_Instructions to follow_
After finding the line with "y = (raw[0::2]" in the data below, set down exactly each line through the one with "x = plain(y, mask, lam, iterations)", inclusive, and stop there.

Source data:
=== Begin Enclosure ===

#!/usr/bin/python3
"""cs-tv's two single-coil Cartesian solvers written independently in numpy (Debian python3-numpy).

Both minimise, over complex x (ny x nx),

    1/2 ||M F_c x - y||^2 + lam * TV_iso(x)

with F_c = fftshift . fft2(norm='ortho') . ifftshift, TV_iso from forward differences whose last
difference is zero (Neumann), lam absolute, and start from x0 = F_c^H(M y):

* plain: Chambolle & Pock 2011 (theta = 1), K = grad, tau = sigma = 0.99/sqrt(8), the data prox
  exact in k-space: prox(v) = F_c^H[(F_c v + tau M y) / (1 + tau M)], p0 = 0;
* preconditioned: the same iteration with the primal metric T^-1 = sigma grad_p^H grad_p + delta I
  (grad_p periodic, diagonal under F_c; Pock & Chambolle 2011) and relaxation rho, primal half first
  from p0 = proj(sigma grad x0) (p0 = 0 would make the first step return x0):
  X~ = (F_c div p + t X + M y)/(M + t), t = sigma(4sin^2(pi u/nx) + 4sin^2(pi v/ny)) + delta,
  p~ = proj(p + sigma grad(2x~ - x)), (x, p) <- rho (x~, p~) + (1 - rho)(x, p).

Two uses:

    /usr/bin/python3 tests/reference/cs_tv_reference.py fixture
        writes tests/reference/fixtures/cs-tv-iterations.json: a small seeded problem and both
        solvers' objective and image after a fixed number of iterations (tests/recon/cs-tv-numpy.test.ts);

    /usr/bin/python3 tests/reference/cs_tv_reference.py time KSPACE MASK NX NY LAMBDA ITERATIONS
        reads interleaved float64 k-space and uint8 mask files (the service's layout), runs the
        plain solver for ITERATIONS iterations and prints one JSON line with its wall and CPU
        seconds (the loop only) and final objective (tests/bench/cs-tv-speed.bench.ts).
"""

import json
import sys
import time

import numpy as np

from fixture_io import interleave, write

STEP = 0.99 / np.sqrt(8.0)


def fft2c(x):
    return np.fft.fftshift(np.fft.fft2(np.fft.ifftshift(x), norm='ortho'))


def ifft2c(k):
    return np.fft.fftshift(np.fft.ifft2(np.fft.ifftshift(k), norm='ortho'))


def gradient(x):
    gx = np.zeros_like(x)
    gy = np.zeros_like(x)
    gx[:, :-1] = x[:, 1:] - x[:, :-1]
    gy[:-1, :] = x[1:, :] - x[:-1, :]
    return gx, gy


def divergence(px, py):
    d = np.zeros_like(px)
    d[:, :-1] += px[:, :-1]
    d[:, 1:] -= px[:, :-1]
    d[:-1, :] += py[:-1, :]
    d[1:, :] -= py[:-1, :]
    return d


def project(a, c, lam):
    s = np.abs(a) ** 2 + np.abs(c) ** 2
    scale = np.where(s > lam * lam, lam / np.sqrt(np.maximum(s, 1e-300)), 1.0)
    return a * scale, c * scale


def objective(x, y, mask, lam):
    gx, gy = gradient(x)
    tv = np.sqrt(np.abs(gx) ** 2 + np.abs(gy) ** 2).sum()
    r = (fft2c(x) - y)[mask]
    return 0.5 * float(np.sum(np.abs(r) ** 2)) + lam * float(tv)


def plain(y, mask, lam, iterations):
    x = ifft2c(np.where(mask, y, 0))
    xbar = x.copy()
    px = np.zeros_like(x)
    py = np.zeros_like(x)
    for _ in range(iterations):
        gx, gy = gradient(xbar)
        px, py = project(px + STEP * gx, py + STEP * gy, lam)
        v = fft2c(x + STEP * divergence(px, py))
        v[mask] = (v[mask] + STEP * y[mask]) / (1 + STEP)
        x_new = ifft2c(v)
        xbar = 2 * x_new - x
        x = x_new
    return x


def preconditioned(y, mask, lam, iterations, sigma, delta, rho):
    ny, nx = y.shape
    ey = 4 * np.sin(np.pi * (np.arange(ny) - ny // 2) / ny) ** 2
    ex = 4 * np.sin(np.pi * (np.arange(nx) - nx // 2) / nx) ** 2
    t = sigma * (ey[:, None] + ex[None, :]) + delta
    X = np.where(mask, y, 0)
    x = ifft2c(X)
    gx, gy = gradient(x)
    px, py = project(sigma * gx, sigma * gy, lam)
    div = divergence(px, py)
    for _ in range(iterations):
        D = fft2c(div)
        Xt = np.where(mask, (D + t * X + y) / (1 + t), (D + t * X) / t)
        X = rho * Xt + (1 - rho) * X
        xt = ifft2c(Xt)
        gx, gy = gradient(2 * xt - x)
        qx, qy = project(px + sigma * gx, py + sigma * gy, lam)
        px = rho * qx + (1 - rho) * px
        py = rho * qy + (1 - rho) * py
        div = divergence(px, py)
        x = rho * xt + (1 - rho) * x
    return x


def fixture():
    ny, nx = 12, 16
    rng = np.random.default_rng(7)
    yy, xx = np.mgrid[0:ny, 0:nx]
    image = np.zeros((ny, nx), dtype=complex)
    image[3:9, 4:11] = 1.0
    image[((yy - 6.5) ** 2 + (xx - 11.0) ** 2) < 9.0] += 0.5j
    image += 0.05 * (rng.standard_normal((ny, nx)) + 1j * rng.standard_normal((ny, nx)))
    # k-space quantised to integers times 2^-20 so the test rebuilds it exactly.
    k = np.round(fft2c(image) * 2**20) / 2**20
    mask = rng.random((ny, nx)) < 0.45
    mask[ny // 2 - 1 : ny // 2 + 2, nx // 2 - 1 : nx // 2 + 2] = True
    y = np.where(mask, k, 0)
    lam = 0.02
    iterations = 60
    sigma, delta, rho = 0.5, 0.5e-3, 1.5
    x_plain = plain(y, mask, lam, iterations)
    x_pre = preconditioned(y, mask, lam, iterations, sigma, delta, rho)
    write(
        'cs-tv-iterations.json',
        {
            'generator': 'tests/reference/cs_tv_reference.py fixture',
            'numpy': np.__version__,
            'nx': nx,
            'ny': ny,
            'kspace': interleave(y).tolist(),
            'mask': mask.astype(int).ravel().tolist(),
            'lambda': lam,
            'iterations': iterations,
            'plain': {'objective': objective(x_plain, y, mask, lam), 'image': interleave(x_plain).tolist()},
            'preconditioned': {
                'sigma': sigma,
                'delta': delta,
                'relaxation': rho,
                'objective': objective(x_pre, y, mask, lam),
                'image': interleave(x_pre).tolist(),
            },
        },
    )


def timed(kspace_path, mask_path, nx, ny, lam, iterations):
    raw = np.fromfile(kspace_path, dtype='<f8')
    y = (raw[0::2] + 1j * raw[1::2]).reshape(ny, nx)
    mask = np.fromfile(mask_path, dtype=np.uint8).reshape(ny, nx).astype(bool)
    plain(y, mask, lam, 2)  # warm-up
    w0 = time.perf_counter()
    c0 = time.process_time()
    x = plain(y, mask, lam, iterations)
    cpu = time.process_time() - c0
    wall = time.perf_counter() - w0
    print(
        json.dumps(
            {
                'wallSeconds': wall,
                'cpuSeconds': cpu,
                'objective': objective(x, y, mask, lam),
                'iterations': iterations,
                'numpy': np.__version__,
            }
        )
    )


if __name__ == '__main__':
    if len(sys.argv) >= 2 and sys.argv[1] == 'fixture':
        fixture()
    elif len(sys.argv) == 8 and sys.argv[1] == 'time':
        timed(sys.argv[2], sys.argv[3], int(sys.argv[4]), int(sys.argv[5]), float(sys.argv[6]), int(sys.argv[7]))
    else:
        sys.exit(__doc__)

=== End Enclosure ===

_Written response_
    y = (raw[0::2] + 1j * raw[1::2]).reshape(ny, nx)
    mask = np.fromfile(mask_path, dtype=np.uint8).reshape(ny, nx).astype(bool)
    plain(y, mask, lam, 2)  # warm-up
    w0 = time.perf_counter()
    c0 = time.process_time()
    x = plain(y, mask, lam, iterations)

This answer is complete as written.